Provided entries: Begin

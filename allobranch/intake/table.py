"""The validated junction table: the object every later stage works from."""

from __future__ import annotations

import hashlib
from dataclasses import dataclass, field
from typing import Any

import numpy as np
import pandas as pd

from allobranch.errors import Problem
from allobranch.intake.mapping import ColumnMapping

#: Internal length unit for all sizes after conversion (except ``px``, which has no physical length).
INTERNAL_UNIT = "mm"
#: Prefix of the covariate columns in :attr:`JunctionTable.data` (``cov_generation`` for ``generation``).
COVARIATE_PREFIX = "cov_"


@dataclass
class ValidationReport:
    """Everything validation found that did not stop the analysis.

    Attributes
    ----------
    problems : list of Problem
        Flags (rows kept but reported) and exclusions (rows not used, with their reason).
    n_rows_read : int
        Data rows read from the file, blank ones included.
    """

    problems: list[Problem] = field(default_factory=list)
    n_rows_read: int = 0

    @property
    def flags(self) -> list[Problem]:
        """Problems of severity ``flag``."""
        return [p for p in self.problems if p.severity == "flag"]

    @property
    def excluded(self) -> list[Problem]:
        """Problems of severity ``excluded``."""
        return [p for p in self.problems if p.severity == "excluded"]

    def to_frame(self) -> pd.DataFrame:
        """One row per problem with columns severity, file, row, column, code, message, hint."""
        cols = ["severity", "file", "row", "column", "code", "message", "hint"]
        return pd.DataFrame([{c: getattr(p, c) for c in cols} for p in self.problems], columns=cols)


@dataclass
class JunctionTable:
    """A validated table of junctions, one row per junction.

    Attributes
    ----------
    data : pandas.DataFrame
        Tidy junction table with columns ``taxon``, ``specimen``, ``junction`` (str), ``source_row`` (row
        number in the user's file), ``n_daughters`` (int), ``parent`` and ``d1 .. dK`` (radii in
        :attr:`internal_unit`, NaN where a junction has fewer daughters), and ``se_parent``, ``se_d1 ..
        se_dK`` (absolute standard errors of the radii in the internal unit, NaN when not given).
    mapping : ColumnMapping
        The mapping used to read the table.
    report : ValidationReport
        Flags and exclusions found during validation.
    source : str
        File path, or ``"<DataFrame>"``.
    repeats : pandas.DataFrame or None
        Repeat readings (columns ``specimen``, ``junction``, ``segment`` (``parent``, ``d1``...), ``value`` as
        a radius in the internal unit), or ``None``.
    taxon_traits : pandas.DataFrame or None
        Numeric traits per taxon (index: taxon label), joined by :func:`allobranch.comparative.attach_traits`.
    phylogeny : allobranch.comparative.Phylogeny or None
        The taxa's tree, attached by :func:`allobranch.comparative.attach_tree`.

    Covariate columns named in the mapping are kept in :attr:`data` as ``cov_<name>``
    (:data:`COVARIATE_PREFIX`).
    """

    data: pd.DataFrame
    mapping: ColumnMapping
    report: ValidationReport
    source: str = "<DataFrame>"
    repeats: pd.DataFrame | None = None
    taxon_traits: pd.DataFrame | None = None
    phylogeny: Any = None

    # -- convenience views used by the geometry and model stages -------------------------------------
    @property
    def n_junctions(self) -> int:
        """Number of junctions."""
        return len(self.data)

    @property
    def daughter_columns(self) -> list[str]:
        """Internal daughter column names ``d1 .. dK``."""
        return [c for c in self.data.columns if c.startswith("d") and c[1:].isdigit()]

    @property
    def covariate_names(self) -> list[str]:
        """Names of the covariate columns read with the table."""
        return [c[len(COVARIATE_PREFIX) :] for c in self.data.columns if c.startswith(COVARIATE_PREFIX)]

    @property
    def parent(self) -> np.ndarray:
        """Parent radii (internal unit), shape ``(n,)``."""
        return self.data["parent"].to_numpy(dtype=float)

    @property
    def daughters(self) -> np.ndarray:
        """Daughter radii (internal unit), shape ``(n, K)``, NaN-padded."""
        return self.data[self.daughter_columns].to_numpy(dtype=float)

    @property
    def se(self) -> np.ndarray:
        """Absolute standard errors, shape ``(n, 1 + K)`` (parent first), NaN where not given."""
        cols = ["se_parent"] + [f"se_{c}" for c in self.daughter_columns]
        return self.data[cols].to_numpy(dtype=float)

    @property
    def rel_error(self) -> float | None:
        """Known relative measurement error, or ``None``."""
        return self.mapping.rel_error

    @property
    def unit(self) -> str:
        """The user's unit, used for output."""
        return self.mapping.unit

    @property
    def internal_unit(self) -> str:
        """Unit of the radii in :attr:`data`."""
        return "px" if self.mapping.unit == "px" else INTERNAL_UNIT

    @property
    def taxa(self) -> list[str]:
        """Taxon labels in order of first appearance."""
        return list(pd.unique(self.data["taxon"]))

    @property
    def specimens(self) -> pd.DataFrame:
        """One row per specimen with its taxon, in order of first appearance."""
        return self.data[["taxon", "specimen"]].drop_duplicates().reset_index(drop=True)

    def digest(self) -> str:
        """SHA-256 of the validated junctions (for provenance; attached traits and trees are recorded by the
        fit separately)."""
        h = hashlib.sha256(pd.util.hash_pandas_object(self.data, index=False).to_numpy().tobytes())
        if self.repeats is not None:
            h.update(pd.util.hash_pandas_object(self.repeats, index=False).to_numpy().tobytes())
        return h.hexdigest()
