def _table(cells: pd.DataFrame, corner: str) -> list[str]:
    lines = [f"| {corner} | " + " | ".join(cells.columns) + " |", "|---" * (len(cells.columns) + 1) + "|"]
    lines += [f"| {rule} | " + " | ".join(row) + " |" for rule, row in cells.iterrows()]
    return lines


def _covers(group: pd.DataFrame) -> int:
    return int(((group["model_hdi_low"] <= TRUE_EXPONENT) & (TRUE_EXPONENT <= group["model_hdi_high"])).sum())


def _recovery_markdown(rec: pd.DataFrame) -> list[str]:
    trees = RECOVERY["trees"]
    standard = PROFILES[0][0]
    lines = [
        "## Recovery of a known exponent (a = 2.5) by radius rule and swelling profile",
        "",
        f"{trees} simulated trees of {RECOVERY['junctions_per_tree']} junctions per profile (biological scatter "
        f"{RECOVERY['scatter']:.0%} per daughter; sections 8-16 radii long unless said), traced into SWC: a "
        f"sample every {RECOVERY['spacing_um']} um, flare from the parent's radius at each section's start "
        "and swelling towards each branch point, both decaying over the profile's reach, "
        f"{RECOVERY['noise']:.0%} log-normal noise per sample. Profiles are the swelling's height / reach in "
        "local radii; the control has neither swelling nor flare. Every rule leaves out the junctions at "
        "sections of one branch-point sample unless the rule's label says they are kept. The radii span "
        "10 um down to below 0.01 um, so a third of the sections are thinner than the sample spacing and a "
        "few are a single sample. On 8-16-radius sections a swelling that reaches 2 radii leaves no sample "
        "more than two reaches from a branch point, so every rule reads some of it there; the long-sections "
        "profile is the same swelling on sections three times longer.",
        "",
        f"### Naive median exponent: shift from 2.5 (mean over {trees} trees)",
        "",
        "Naive per-junction exponents ignore measurement error; the median over junctions is taken per tree.",
        "",
    ]
    lines += _table(
        _cells(rec, lambda g: f"{g['naive_median'].mean() - TRUE_EXPONENT:+.3f}"),
        "radius rule",
    )
    if "model_mean" in rec.columns:
        lines += [
            "",
            f"### Model: population exponent, shift from 2.5 (mean over {trees} trees) and trees whose 90 % HDI "
            "holds 2.5",
            "",
            f"draws = tune = {FIT['draws']}, {FIT['chains']} chains, relative error {FIT['rel_error']} (the model "
            "integrates the sample noise out; what is left is the bias of each rule).",
            "",
        ]
        lines += _table(
            _cells(
                rec,
                lambda g: f"{g['model_mean'].mean() - TRUE_EXPONENT:+.3f} ({_covers(g)}/{len(g)})",
            ),
            "radius rule",
        )
        std = rec[rec["profile"] == standard]
        lines += [
            "",
            f"### Standard case ({standard}), every tree: model exponent [90 % HDI] and junctions used",
            "",
            "| radius rule | " + " | ".join(f"tree {t}" for t in range(trees)) + " | junctions used |",
            "|---" * (trees + 2) + "|",
        ]
        for rule, group in std.groupby("rule", sort=False):
            cells = [
                f"{r['model_mean']:.3f} [{r['model_hdi_low']:.3f}, {r['model_hdi_high']:.3f}]"
                for _, r in group.iterrows()
            ]
            used = " / ".join(str(int(n)) for n in group["junctions"])
            lines.append(f"| {rule} | " + " | ".join(cells) + f" | {used} |")
    return lines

Provided entries: End

Only the lines above from the one with "of one branch-point" through the one with "down to below" should be duplicated, character for character.

        "sections of one branch-point sample unless the rule's label says they are kept. The radii span "
        "10 um down to below 0.01 um, so a third of the sections are thinner than the sample spacing and a "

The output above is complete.